En ville

Auteur : Christian Oster
Editeur : L'olivier

« Georges est arrivé avec un gros gâteau. Il est entré dans la pièce, précédé de Paul, qui était allé lui ouvrir, et a posé le carton sur la table où les verres étaient disposés pour l’apéritif. C’est après qu’il nous a salués, William et moi, une fois débarrassé de son carton qu’il avait tenu devant lui à deux mains, comme si, de la pâtisserie où il l’avait acheté jusqu’à l’appartement, il l’avait déplacé tel quel, à seule fin de le poser sur la table. »

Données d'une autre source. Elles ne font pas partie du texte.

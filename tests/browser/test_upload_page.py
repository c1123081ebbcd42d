"""Upload through the page: bytes-sent progress, then the worker's, then the scorecard."""

from __future__ import annotations

from pathlib import Path

from playwright.sync_api import Page, expect

from tests.browser.conftest import intake_id, screenshot_widths, sign_in
from tests.browser.landings import write_landings

TIDE = "Gullwick tide-gauge station"


def test_upload_shows_the_scorecard_without_a_reload(
    page: Page, live_server: str, tmp_path: Path, screenshot_dir: Path
) -> None:
    sign_in(page, live_server)
    page.goto(f"{live_server}/upload")
    page.get_by_label("Supplier that sent the file").select_option(label=TIDE)
    page.locator("#up-file").set_input_files(write_landings(tmp_path / "harbour-day.csv"))
    expect(page.locator("#chosen-file")).to_contain_text("harbour-day.csv")
    page.get_by_role("button", name="Upload and profile").click()
    result = page.locator("#upload-result")
    expect(result).to_be_visible(timeout=120_000)
    assert page.locator("#send-progress").evaluate("bar => bar.value") == 1
    assert page.locator("#profile-progress").is_visible()
    expect(page.locator("#result-rows")).to_have_text("240")  # rows written by construction
    expect(page.locator("#result-columns")).to_have_text("7")
    assert page.locator("#result-score").inner_text().isdigit()
    expect(page.locator("#result-judgement")).to_contain_text("suggested:")
    screenshot_widths(page, screenshot_dir, "upload-done")
    page.locator("#result-link").click()
    expect(page.get_by_role("heading", name="harbour-day.csv")).to_be_visible()


def test_upload_errors_say_what_to_do(page: Page, live_server: str, tmp_path: Path) -> None:
    sign_in(page, live_server)
    page.goto(f"{live_server}/upload")
    button = page.get_by_role("button", name="Upload and profile")
    button.click()
    expect(page.locator("#upload-message")).to_have_text("Choose the supplier that sent the file.")
    page.get_by_label("Supplier that sent the file").select_option(label=TIDE)
    button.click()
    expect(page.locator("#upload-message")).to_have_text("Choose or drop a file first.")
    # Bytes that are no table: stored, then refused by the engine with its reason.
    garbage = tmp_path / "photo.csv"
    garbage.write_bytes(bytes(range(256)) * 40)
    page.locator("#up-file").set_input_files(garbage)
    button.click()
    message = page.locator("#upload-message")
    expect(message).to_contain_text("could not be read", timeout=60_000)
    expect(message).to_contain_text("Check that it is a CSV")
    # Its intake page says the same and offers to profile it again.
    page.goto(f"{live_server}/intakes/{intake_id(page, live_server, 'photo.csv')}")
    expect(page.get_by_role("heading", name="The file could not be profiled")).to_be_visible()
    expect(page.locator("#progress .error").first).to_contain_text("binary")
    expect(page.get_by_role("button", name="Profile it again")).to_be_visible()


def test_the_drop_zone_works_from_the_keyboard(page: Page, live_server: str, tmp_path: Path):
    # Listening from the start turns on the interception of file choosers well before
    # Enter is pressed: the listener of expect_file_chooser alone asks for it without
    # waiting, and a quick press could open the chooser before it was in place.
    page.on("filechooser", lambda chooser: None)
    sign_in(page, live_server)
    page.goto(f"{live_server}/upload")
    for _ in range(25):  # Tab through the page until the drop zone has the focus
        page.keyboard.press("Tab")
        if page.evaluate("document.activeElement.id") == "dropzone":
            break
    assert page.evaluate("document.activeElement.id") == "dropzone"
    outline = page.evaluate("getComputedStyle(document.activeElement).outlineStyle")
    assert outline == "solid"  # the focus is visible
    with page.expect_file_chooser() as chooser:
        page.keyboard.press("Enter")
    chooser.value.set_files(write_landings(tmp_path / "keyboard.csv"))
    expect(page.locator("#chosen-file")).to_contain_text("keyboard.csv")
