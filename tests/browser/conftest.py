"""Browser tests: Debian's chromium driven by playwright, and a live Tidewaiter server.

The browser is the system's ``/usr/bin/chromium`` (never a downloaded one). The
``page`` fixture fails its test on any console error or uncaught exception in
the page. ``live_server`` runs ``tidewaiter serve`` in a subprocess on a free
port with its own data folder, migrated first.
"""

from __future__ import annotations

import os
import socket
import subprocess
import sys
import time
from collections.abc import Iterator
from contextlib import contextmanager
from pathlib import Path

import httpx
import pytest
from playwright.sync_api import (
    Browser,
    ConsoleMessage,
    Error,
    Page,
    Response,
    sync_playwright,
)

from server.settings import Settings

CHROMIUM = Path("/usr/bin/chromium")
CHROMIUM_ARGS = [
    "--headless",
    "--no-sandbox",
    "--disable-gpu",
    "--disable-quic",
    "--no-first-run",
    "--disable-background-networking",
    "--disable-component-update",
    "--disable-sync",
]
REPO = Path(__file__).resolve().parents[2]
SCREENSHOTS = Path(os.environ.get("TIDEWAITER_SCREENSHOT_DIR", REPO / "var" / "screenshots"))
WIDTHS = (1280, 800)
"""Window widths every page is checked at."""


def pytest_collection_modifyitems(items: list[pytest.Item]) -> None:
    for item in items:
        if "tests/browser" in str(item.path):
            item.add_marker(pytest.mark.browser)


# Package scope: playwright's sync API keeps an event loop running in the main
# thread while it is open, which would break asyncio.run() in the tests after these.
@pytest.fixture(scope="package")
def browser() -> Iterator[Browser]:
    if not CHROMIUM.exists():
        pytest.fail("chromium is missing: `apt-get install -y chromium` (.ci/run does this)")
    with sync_playwright() as playwright:
        launched = playwright.chromium.launch(executable_path=str(CHROMIUM), args=CHROMIUM_ARGS)
        yield launched
        launched.close()


class PageProblems(list[str]):
    """Console errors and uncaught exceptions seen by a page."""


@pytest.fixture
def page_problems() -> PageProblems:
    return PageProblems()


def watch_page(page: Page, problems: PageProblems) -> Page:
    """Record the page's console errors and uncaught exceptions in ``problems``."""

    def on_console(message: ConsoleMessage) -> None:
        if message.type == "error":
            problems.append(f"console error: {message.text} at {message.location}")

    def on_error(error: Error) -> None:
        problems.append(f"uncaught exception: {error}")

    def on_response(response: Response) -> None:
        if response.status >= 400:
            try:
                body = response.text()[:300]
            except Error:
                body = "(no body)"
            problems.append(f"HTTP {response.status} from {response.url}: {body}")

    page.on("console", on_console)
    page.on("pageerror", on_error)
    page.on("response", on_response)
    return page


@pytest.fixture
def page(browser: Browser, page_problems: PageProblems) -> Iterator[Page]:
    """A fresh 1280 × 900 page; the test fails if the page logs any error."""
    context = browser.new_context(viewport={"width": 1280, "height": 900})
    opened = watch_page(context.new_page(), page_problems)
    yield opened
    context.close()
    assert not page_problems, "the page reported errors:\n" + "\n".join(page_problems)


@pytest.fixture
def new_page(browser: Browser, page_problems: PageProblems) -> Iterator:
    """A factory of further pages in their own contexts (another user's browser)."""
    contexts = []

    def make(width: int = 1280, height: int = 900) -> Page:
        context = browser.new_context(viewport={"width": width, "height": height})
        contexts.append(context)
        return watch_page(context.new_page(), page_problems)

    yield make
    for context in contexts:
        context.close()
    assert not page_problems, "a page reported errors:\n" + "\n".join(page_problems)


@pytest.fixture(scope="session")
def screenshot_dir() -> Path:
    SCREENSHOTS.mkdir(parents=True, exist_ok=True)
    return SCREENSHOTS


def screenshot_widths(page: Page, directory: Path, name: str, height: int = 900) -> list[Path]:
    """Full-page screenshots of ``page`` at every width of ``WIDTHS``."""
    paths = []
    for width in WIDTHS:
        page.set_viewport_size({"width": width, "height": height})
        page.wait_for_timeout(300)  # let plotly's responsive figures follow the new width
        path = directory / f"{name}-{width}.png"
        page.screenshot(path=str(path), full_page=True)
        paths.append(path)
    return paths


def _free_port() -> int:
    with socket.socket() as sock:
        sock.bind(("127.0.0.1", 0))
        return int(sock.getsockname()[1])


def server_environment(data_dir: Path) -> dict[str, str]:
    """The environment of a test server: its own data folder and embedded SQLite."""
    env = {k: v for k, v in os.environ.items() if not k.startswith("TIDEWAITER_")}
    env["TIDEWAITER_DATA_DIR"] = str(data_dir)
    env["TIDEWAITER_JOB_RUNNER"] = "inprocess"
    return env


@contextmanager
def start_server(data_dir: Path) -> Iterator[tuple[str, Settings]]:
    """Run ``tidewaiter serve`` on ``data_dir`` (migrated, demo loaded) until the block ends.

    Yields the base URL and settings that reach the same database.
    """
    env = server_environment(data_dir)
    command = [str(Path(sys.executable).with_name("tidewaiter"))]
    subprocess.run([*command, "db", "upgrade"], env=env, cwd=REPO, check=True, capture_output=True)
    # The demo scenario: its suppliers, deliveries and one account per role.
    subprocess.run([*command, "demo", "load"], env=env, cwd=REPO, check=True, capture_output=True)
    port = _free_port()
    log_path = data_dir / "server.log"
    with log_path.open("w") as log:
        process = subprocess.Popen(
            [*command, "serve", "--port", str(port), "--log-level", "warning"],
            env=env,
            cwd=REPO,
            stdout=log,
            stderr=subprocess.STDOUT,
        )
        try:
            base = f"http://127.0.0.1:{port}"
            deadline = time.monotonic() + 30
            while True:
                try:
                    if httpx.get(f"{base}/healthz", timeout=1).status_code < 500:
                        break
                except httpx.HTTPError:
                    pass
                if process.poll() is not None or time.monotonic() > deadline:
                    raise RuntimeError("the test server did not start:\n" + log_path.read_text())
                time.sleep(0.2)
            database = f"sqlite:///{data_dir / 'tidewaiter.sqlite3'}"
            yield base, Settings(data_dir=data_dir, database_url=database)
        finally:
            process.terminate()
            try:
                process.wait(timeout=10)
            except subprocess.TimeoutExpired:
                process.kill()


@pytest.fixture(scope="package")
def live_server(tmp_path_factory: pytest.TempPathFactory) -> Iterator[str]:
    """The base URL of a running ``tidewaiter serve`` loaded with the demo scenario."""
    with start_server(tmp_path_factory.mktemp("live-server")) as (base, _settings):
        yield base


DEMO_PASSWORD = "harbour-demo-only"
"""The demo accounts' published password (server.security.demo_accounts)."""


def sign_in(page: Page, base: str, name: str = "demo-reviewer") -> Page:
    """Sign ``page`` in as the demo account ``name``."""
    page.goto(f"{base}/sign-in")
    page.get_by_label("Name").fill(name)
    page.get_by_label("Password").fill(DEMO_PASSWORD)
    page.get_by_role("button", name="Sign in").click()
    page.wait_for_url(f"{base}/")
    return page


def intake_id(page: Page, base: str, name: str) -> int:
    """The id of the intake whose file is ``name``, read from the intake list."""
    page.goto(f"{base}/?name={name}")
    href = page.get_by_role("link", name=name, exact=True).first.get_attribute("href")
    assert href is not None
    return int(href.rsplit("/", 1)[-1])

Quelques jours après le dîner au cours duquel cinq amis ont fixé la destination de leurs vacances d’été, des événements parfois ambigus viennent perturber leur existence : Georges (qui vient d’être quitté) tombe amoureux, William (qui habite en face d’un hôpital) fait une embolie pulmonaire, Paul et Louise envisagent de se séparer (mais pas avant la fin des vacances) et Jean apprend qu’il attend un enfant (d’une femme qu’il n’aime pas). Le projet de départ n’en est pas moins maintenu, auquel on n’ose plus trop faire allusion.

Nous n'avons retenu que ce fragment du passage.